David Copperfield, de Charles Dickens

       Grande fan de Dickens depuis des années, il est temps pour moi de vous présenter, chers lecteurs, celui avec qui tout a commencé : David Copperfield, premier roman que j’aie lu de l’auteur et, encore aujourd’hui, de loin mon préféré.

        David, jeune garçon heureux, voit son bonheur bousculé lorsque sa mère se remarie à un homme dominateur qui maltraite aussi bien sa mère que lui-même. Exclu e chez lui, David est envoyé dans une institution pour garçons mais n’y fait pas long feu : au décès de sa mère, son beau-père décide de se débarrasser de lui en l’envoyant travailler à Londres où le jeune garçon connaîtra la misère.

Ligne horizontale       Enfance & injustice.

     L’auteur l’a reconnu lui-même : David Copperfield est un récit en partie autobiographique. De façon très romancée, bien sûr, mais apportant le point de vue très particulier d’un jeune garçon qui a vécu dans la pauvreté des rues londoniennes au XIXe siècle. Ce qui crée un mélange assez atypique entre dureté de la vie dépeinte et innocence d’un personnage encore en train de découvrir, sans réellement d’autre points de comparaison. La naïveté de ce personnage propulsé seul au milieu de la ville renforce, dès lors, le sentiment d’attachement naturellement présent du lecteur. On ressent, au fil des aventures du jeune David, une véritable empathie, une compassion pour tous ces garçons qui suivent le même parcours que lui. C’est aussi, quelque part, le réveil de notre propre âme d’enfant qui parle.

      Car à travers la vie fictive de David, c’est tout un monde de misères que le lecteur est invité à découvrir. C’est celui du travail des enfants à la fabrique, celui du froid et de la saleté des rues. Le jeune garçon ne connaît aucune forme de stabilité du moment où il est exclu de chez lui. Tout du long de son enfance, il subit plus qu’il n’agit sur les circonstances qui mènent ses pérégrinations, dominé par le monde des adultes et sans cesse renvoyé à son statut de membre inférieur dans la société. C’est un véritable cri protestataire que lance là Charles Dickens, un éveil des consciences sur le sort de milliers de jeunes garçons passés par le même chemin que son héros. Effet renforcé par la narration à la première personne : voilà la misère incarnée qui se présente à nous.

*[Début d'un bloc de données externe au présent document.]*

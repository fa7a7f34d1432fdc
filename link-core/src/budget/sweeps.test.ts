import { describe, expect, it } from 'vitest';
import { workedExampleDesign } from '../examples/worked-example.js';
import { evaluateLink } from './evaluate-link.js';
import { marginVsRange, marginVsVisibility } from './samplers.js';
import { VARIABLE_DESIGN_FIELDS, designFieldRange, withDesignValue, type VariableDesignField } from './design-fields.js';
import { marginGrid, marginSweep, MAX_GRID_POINTS, sweepAxisValues } from './sweeps.js';

const worked = workedExampleDesign();

describe('sweepAxisValues', () => {
  it('spaces linearly or logarithmically with exact ends, in either direction', () => {
    const linear = sweepAxisValues({ field: 'rangeM', from: 500, to: 5000, points: 10 }).values;
    expect(linear[0]).toBe(500);
    expect(linear[9]).toBe(5000);
    for (let i = 1; i < 10; i++) expect(linear[i]! - linear[i - 1]!).toBeCloseTo(500, 9);
    const log = sweepAxisValues({ field: 'atmosphere.visibilityM', from: 20_000, to: 200, points: 5, spacing: 'log' }).values;
    expect(Array.from(log)).toEqual([20_000, expect.closeTo(20_000 / Math.sqrt(10), 6), expect.closeTo(2000, 8), expect.closeTo(200 * Math.sqrt(10), 8), 200]);
  });
});

describe('marginSweep', () => {
  it('agrees with marginVsRange over range (the §10.5 sampler on the internal chain)', () => {
    const sweep = marginSweep(worked, { field: 'rangeM', from: 50, to: 4000, points: 101 });
    const reference = marginVsRange(worked, { fromM: 50, toM: 4000, points: 101 });
    sweep.linkMarginDb.forEach((margin, i) => expect(margin).toBeCloseTo(reference.linkMarginDb[i]!, 9));
    expect(sweep.axis.designValue).toBe(2000);
  });

  it('agrees with marginVsVisibility over log-spaced visibility', () => {
    // Up to 40 km: marginVsVisibility's last sample comes out as 50000.00000000001 m, just past
    // Kim's published step at 50 km (METHODS.md §10.6), where this sweep's exact end does not go.
    const sweep = marginSweep(worked, { field: 'atmosphere.visibilityM', from: 50, to: 40_000, points: 61, spacing: 'log' });
    const reference = marginVsVisibility(worked, { fromM: 50, toM: 40_000, points: 61 });
    sweep.linkMarginDb.forEach((margin, i) => expect(margin).toBeCloseTo(reference.linkMarginDb[i]!, 9));
    sweep.axis.values.forEach((value, i) => expect(value).toBeCloseTo(reference.visibilityM[i]!, 6));
  });

  it('evaluates every field of VARIABLE_DESIGN_FIELDS as the budget of the changed design', () => {
    for (const field of VARIABLE_DESIGN_FIELDS) {
      const range = designFieldRange(field);
      const upper = Math.min(range.upper, field === 'rangeM' ? 10_000 : range.upper);
      const from = range.lowerExclusive || range.lower === 0 ? upper / 100 : range.lower;
      const sweep = marginSweep(worked, { field, from, to: upper, points: 7, spacing: from > 0 ? 'log' : 'linear' });
      sweep.axis.values.forEach((value, i) => expect(sweep.linkMarginDb[i]).toBe(evaluateLink(withDesignValue(worked, field, value)).linkMarginDb));
    }
  });

  it('moves the margin 1 dB per dB of power and down with the jitter (§10.1)', () => {
    const power = marginSweep(worked, { field: 'transmitter.powerDbm', from: 0, to: 30, points: 4 });
    for (let i = 1; i < 4; i++) expect(power.linkMarginDb[i]! - power.linkMarginDb[i - 1]!).toBeCloseTo(10, 9);
    const jitter = marginSweep(worked, { field: 'pointing.jitterSigmaPerAxisRad', from: 0, to: 300e-6, points: 13 });
    for (let i = 1; i < 13; i++) expect(jitter.linkMarginDb[i]!).toBeLessThan(jitter.linkMarginDb[i - 1]!);
  });

  it('marks an absent optional field as null', () => {
    const { halfAngleDivergenceRad: _divergence, ...collimatedTransmitter } = worked.transmitter;
    const sweep = marginSweep({ ...worked, transmitter: collimatedTransmitter }, { field: 'transmitter.halfAngleDivergenceRad', from: 1e-5, to: 1e-2, points: 4, spacing: 'log' });
    expect(sweep.axis.designValue).toBeNull();
  });

  it('rejects a bad axis or design, naming the entry and the reason', () => {
    expect(() => marginSweep(worked, { field: 'rangeM', from: 100, to: 2e5, points: 3 })).toThrow('marginSweep: axis.to: must be at most 100 km (as rangeM)');
    expect(() => marginSweep(worked, { field: 'atmosphere.cn2', from: 0, to: 1e-13, points: 3, spacing: 'log' })).toThrow(/axis\.from: must be greater than 0 for log spacing/);
    expect(() => marginSweep(worked, { field: 'rangeM', from: 100, to: 100, points: 3 })).toThrow(/axis\.to: must differ from from/);
    expect(() => marginSweep(worked, { field: 'rangeM', from: 100, to: 200, points: 2.5 })).toThrow(/axis\.points: must be a whole number/);
    expect(() => marginSweep(worked, { field: 'rangeM', from: 100, to: 200, points: 2001 })).toThrow(/axis\.points: must be at most 2000/);
    expect(() => marginSweep(worked, { field: 'transmitter.wavelengthM' as VariableDesignField, from: 1e-6, to: 2e-6, points: 3 })).toThrow(/axis\.field: must be one of rangeM, /);
    expect(() => marginSweep({ ...worked, rangeM: 0 }, { field: 'rangeM', from: 100, to: 200, points: 3 })).toThrow(/design\.rangeM: must be greater than 0/);
  });
});

describe('marginGrid', () => {
  const grid = marginGrid(worked, {
    x: { field: 'rangeM', from: 500, to: 5000, points: 20 },
    y: { field: 'atmosphere.visibilityM', from: 200, to: 20_000, points: 10, spacing: 'log' },
  });

  it('stores the margins row-major (row = y, column = x), each the budget of that point', () => {
    expect(grid.linkMarginDb).toHaveLength(200);
    for (const [i, j] of [[0, 0], [19, 0], [0, 9], [7, 4], [19, 9]] as const) {
      const design = withDesignValue(withDesignValue(worked, 'rangeM', grid.x.values[i]!), 'atmosphere.visibilityM', grid.y.values[j]!);
      expect(grid.linkMarginDb[j * 20 + i]).toBe(evaluateLink(design).linkMarginDb);
    }
    // the margin falls with range along a row and rises with visibility down a column
    expect(grid.linkMarginDb[5 * 20 + 19]!).toBeLessThan(grid.linkMarginDb[5 * 20]!);
    expect(grid.linkMarginDb[9 * 20 + 10]!).toBeGreaterThan(grid.linkMarginDb[10]!);
  });

  it('gives the colour range and the design point', () => {
    expect(grid.minMarginDb).toBe(Math.min(...grid.linkMarginDb));
    expect(grid.maxMarginDb).toBe(Math.max(...grid.linkMarginDb));
    expect(grid.x.designValue).toBe(2000);
    expect(grid.y.designValue).toBe(5000);
  });

  it('rejects the same field twice, too many points, and a bad axis, naming it', () => {
    const axis = { field: 'rangeM', from: 500, to: 5000, points: 10 } as const;
    expect(() => marginGrid(worked, { x: axis, y: axis })).toThrow('marginGrid: y.field: must differ from x.field (rangeM)');
    expect(() => marginGrid(worked, { x: { ...axis, points: 1000 }, y: { field: 'atmosphere.cn2', from: 0, to: 1e-13, points: 251 } })).toThrow(
      `marginGrid: y.points: x.points × y.points must be at most ${MAX_GRID_POINTS} (got 251000)`,
    );
    expect(() => marginGrid(worked, { x: axis, y: { field: 'atmosphere.visibilityM', from: 0, to: 100, points: 3 } })).toThrow(/y\.from: must be greater than 0 \(as atmosphere\.visibilityM\)/);
  });
});
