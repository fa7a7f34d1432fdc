/**
 * The numeric fields of a link design that the solvers and sweeps vary, as typed dotted paths; their
 * allowed ranges, read from LinkDesignSchema (one source of truth); the one function that returns a
 * design with one of them changed; and the input checks the solvers, sweeps and comparisons share.
 *
 * `withDesignValue` is the seam a batch kernel replaces: every solver and sweep builds its variations
 * of a design through it and evaluates them through `evaluateLink`, so a kernel that takes the
 * varied field and a column of values can stand in for the loop without changing the callers.
 */
import type { z } from 'zod';
import { formatZodIssues, type FieldIssue } from '../schemas/format-zod-issues.js';
import {
  AtmosphereSchema,
  LinkDesignSchema,
  PointingSchema,
  ReceiverSchema,
  TransmitterSchema,
  type LinkDesignInput,
} from '../schemas/link-design.schema.js';

/** The design fields a solver or a sweep may vary (dotted paths into LinkDesignSchema). */
export const VARIABLE_DESIGN_FIELDS = [
  'rangeM',
  'transmitter.powerDbm',
  'transmitter.waistRadiusM',
  'transmitter.halfAngleDivergenceRad',
  'receiver.apertureDiameterM',
  'pointing.jitterSigmaPerAxisRad',
  'pointing.staticErrorRad',
  'atmosphere.visibilityM',
  'atmosphere.cn2',
] as const;
export type VariableDesignField = (typeof VARIABLE_DESIGN_FIELDS)[number];

/** Unit of each variable field, as the field's name states it. */
export const VARIABLE_DESIGN_FIELD_UNITS: Readonly<Record<VariableDesignField, 'm' | 'dBm' | 'rad' | 'm^(-2/3)'>> = {
  rangeM: 'm',
  'transmitter.powerDbm': 'dBm',
  'transmitter.waistRadiusM': 'm',
  'transmitter.halfAngleDivergenceRad': 'rad',
  'receiver.apertureDiameterM': 'm',
  'pointing.jitterSigmaPerAxisRad': 'rad',
  'pointing.staticErrorRad': 'rad',
  'atmosphere.visibilityM': 'm',
  'atmosphere.cn2': 'm^(-2/3)',
};

/** The schema of one variable field (the number inside any `.optional()`/`.default()`). */
function fieldSchema(field: VariableDesignField): z.ZodNumber {
  switch (field) {
    case 'rangeM':
      return LinkDesignSchema.shape.rangeM;
    case 'transmitter.powerDbm':
      return TransmitterSchema.shape.powerDbm;
    case 'transmitter.waistRadiusM':
      return TransmitterSchema.shape.waistRadiusM;
    case 'transmitter.halfAngleDivergenceRad':
      return TransmitterSchema.shape.halfAngleDivergenceRad.unwrap();
    case 'receiver.apertureDiameterM':
      return ReceiverSchema.shape.apertureDiameterM;
    case 'pointing.jitterSigmaPerAxisRad':
      return PointingSchema.shape.jitterSigmaPerAxisRad;
    case 'pointing.staticErrorRad':
      return PointingSchema.shape.staticErrorRad;
    case 'atmosphere.visibilityM':
      return AtmosphereSchema.shape.visibilityM;
    case 'atmosphere.cn2':
      return AtmosphereSchema.shape.cn2;
  }
}

/** Allowed range of a variable field, as LinkDesignSchema accepts it. */
export interface DesignFieldRange {
  field: VariableDesignField;
  /** smallest accepted value (excluded when `lowerExclusive`) in the field's unit */
  lower: number;
  /** largest accepted value (included) in the field's unit */
  upper: number;
  /** true when `lower` itself is refused (e.g. a divergence must be greater than 0) */
  lowerExclusive: boolean;
  unit: (typeof VARIABLE_DESIGN_FIELD_UNITS)[VariableDesignField];
}

/**
 * The range LinkDesignSchema accepts for a variable field, e.g. 1 m … 100 km for `rangeM` or
 * −40 … 50 dBm for `transmitter.powerDbm`.
 *
 * @param field one of VARIABLE_DESIGN_FIELDS
 * @returns lower and upper bound in the field's unit and whether the lower bound is excluded
 * @see LinkDesignSchema (src/schemas/link-design.schema.ts)
 */
export function designFieldRange(field: VariableDesignField): DesignFieldRange {
  const schema = fieldSchema(field);
  const lower = schema.minValue;
  const upper = schema.maxValue;
  if (lower === null || upper === null) throw new Error(`designFieldRange: ${field} has no bounds in LinkDesignSchema`);
  return { field, lower, upper, lowerExclusive: !schema.safeParse(lower).success, unit: VARIABLE_DESIGN_FIELD_UNITS[field] };
}

/**
 * Throws unless `value` is a value LinkDesignSchema accepts for `field`.
 * @param caller the public function, named first in the message
 * @param label what to call the value in the message (e.g. 'x.from'); the field is named beside it
 * @param field one of VARIABLE_DESIGN_FIELDS
 * @param value the value to check, in the field's unit
 * @throws InvalidInputError naming `label` and the field's own reason ("must be at most 100 km")
 */
export function requireDesignFieldValue(caller: string, label: string, field: VariableDesignField, value: unknown): void {
  const result = fieldSchema(field).safeParse(value);
  if (!result.success) {
    const message = `${result.error.issues[0]?.message ?? 'is not valid'} (as ${field})`;
    throw new InvalidInputError(caller, [{ path: label, message }]);
  }
}

/**
 * A copy of the design with one field set to `value` (the other sections shared, not copied). The
 * value is not checked: callers check it once against {@link designFieldRange}, not per point.
 *
 * @param design the link design
 * @param field the field to set
 * @param value its new value, in the field's unit (m, dBm, rad, m^(−2/3))
 * @returns the changed design
 */
export function withDesignValue(design: LinkDesignInput, field: VariableDesignField, value: number): LinkDesignInput {
  switch (field) {
    case 'rangeM':
      return { ...design, rangeM: value };
    case 'transmitter.powerDbm':
      return { ...design, transmitter: { ...design.transmitter, powerDbm: value } };
    case 'transmitter.waistRadiusM':
      return { ...design, transmitter: { ...design.transmitter, waistRadiusM: value } };
    case 'transmitter.halfAngleDivergenceRad':
      return { ...design, transmitter: { ...design.transmitter, halfAngleDivergenceRad: value } };
    case 'receiver.apertureDiameterM':
      return { ...design, receiver: { ...design.receiver, apertureDiameterM: value } };
    case 'pointing.jitterSigmaPerAxisRad':
      return { ...design, pointing: { ...design.pointing, jitterSigmaPerAxisRad: value } };
    case 'pointing.staticErrorRad':
      return { ...design, pointing: { ...design.pointing, staticErrorRad: value } };
    case 'atmosphere.visibilityM':
      return { ...design, atmosphere: { ...design.atmosphere, visibilityM: value } };
    case 'atmosphere.cn2':
      return { ...design, atmosphere: { ...design.atmosphere, cn2: value } };
  }
}

/**
 * The design's own value of a variable field, or undefined where the field is optional and absent
 * (a design without a datasheet divergence).
 * @param design the link design
 * @param field one of VARIABLE_DESIGN_FIELDS
 * @returns the value in the field's unit, or undefined
 */
export function designValueOf(design: LinkDesignInput, field: VariableDesignField): number | undefined {
  switch (field) {
    case 'rangeM':
      return design.rangeM;
    case 'transmitter.powerDbm':
      return design.transmitter.powerDbm;
    case 'transmitter.waistRadiusM':
      return design.transmitter.waistRadiusM;
    case 'transmitter.halfAngleDivergenceRad':
      return design.transmitter.halfAngleDivergenceRad;
    case 'receiver.apertureDiameterM':
      return design.receiver.apertureDiameterM;
    case 'pointing.jitterSigmaPerAxisRad':
      return design.pointing.jitterSigmaPerAxisRad;
    case 'pointing.staticErrorRad':
      return design.pointing.staticErrorRad;
    case 'atmosphere.visibilityM':
      return design.atmosphere.visibilityM;
    case 'atmosphere.cn2':
      return design.atmosphere.cn2;
  }
}

/**
 * Bad input to a solver, sweep or comparison: a RangeError whose message names every field and its
 * reason ("solveDesign: design.rangeM: must be at most 100 km"), with the same list as `issues` for
 * an API to answer 400 with field paths.
 */
export class InvalidInputError extends RangeError {
  readonly issues: FieldIssue[];
  constructor(caller: string, issues: FieldIssue[]) {
    super(`${caller}: ${issues.map((issue) => `${issue.path || 'input'}: ${issue.message}`).join('; ')}`);
    this.name = 'InvalidInputError';
    this.issues = issues;
  }
}

/**
 * Parses `value` with `schema` or throws an InvalidInputError whose paths start with `pathPrefix`.
 * @param caller the public function, named first in the message
 * @param pathPrefix prefix of every issue path ('design', or '' for an options object)
 * @returns the parsed value
 */
export function parseOrThrow<Schema extends z.ZodType>(caller: string, schema: Schema, value: unknown, pathPrefix = ''): z.output<Schema> {
  const result = schema.safeParse(value);
  if (result.success) return result.data;
  const issues = formatZodIssues(result.error).map((issue) => ({
    path: pathPrefix === '' ? issue.path : issue.path === '' ? pathPrefix : `${pathPrefix}.${issue.path}`,
    message: issue.message,
  }));
  throw new InvalidInputError(caller, issues);
}

/**
 * Throws an InvalidInputError naming each bad field of the design (paths `design.…`), so a solver
 * never searches on a design the schema refuses.
 * @param caller the public function, named first in the message
 * @param design the design to check
 */
export function requireValidDesign(caller: string, design: unknown): asserts design is LinkDesignInput {
  parseOrThrow(caller, LinkDesignSchema, design, 'design');
}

Ligne horizontale      Maturation & vocation.

     Ce qui crée mon attachement tout particulier à David Copperfield, c’est qu’on voit réellement le personnage évoluer à travers cette histoire, beaucoup plus que dans Oliver Twist. Nous nous contentons d’assister à une tranche de vie d’Oliver, quelques années depuis sa naissance jusqu’au retour d’une stabilité dans sa vie. Tandis que la période suivie par David Copperfield est beaucoup plus longue. Nous assistons à son enfance, bien sûr, mais le suivons également au-delà. De ses premières amours, à son entrée dans l’âge adulte, son mariage, son établissement dans la vie active… C’est tout le déroulé d’une vie que nous poursuivons aux côté de David, avec ses hauts et ses bas.

      Mais finalement, ce qui m’attachera le plus à ce roman, c’est son message profondément optimiste. Malgré la dureté du sujet, malgré la rudesse du milieu dans lequel grandit David, malgré toutes les épreuves à surmonter, le personnage réussit à s’en sortir. À partir de rien, de toutes pièces et de ses propres mains, il se construit une vie heureuse. C’est à la fois un mélange de bons choix de vie et, parfois, tout simplement de chance, mais c’est représentatif de la vie. David trouve sa vocation, exprime une attirance pour l’écriture, la lecture et on y ressent le retour du côté autobiographique du roman : David Copperfield, quelque part, n’est autre que l’avatar romancé de Dickens. Cela créé une sympathie supplémentaire pour le personnage et, surtout, boucle la boucle, entre introspection de l’auteur et prospection du personnage autant que du lecteur.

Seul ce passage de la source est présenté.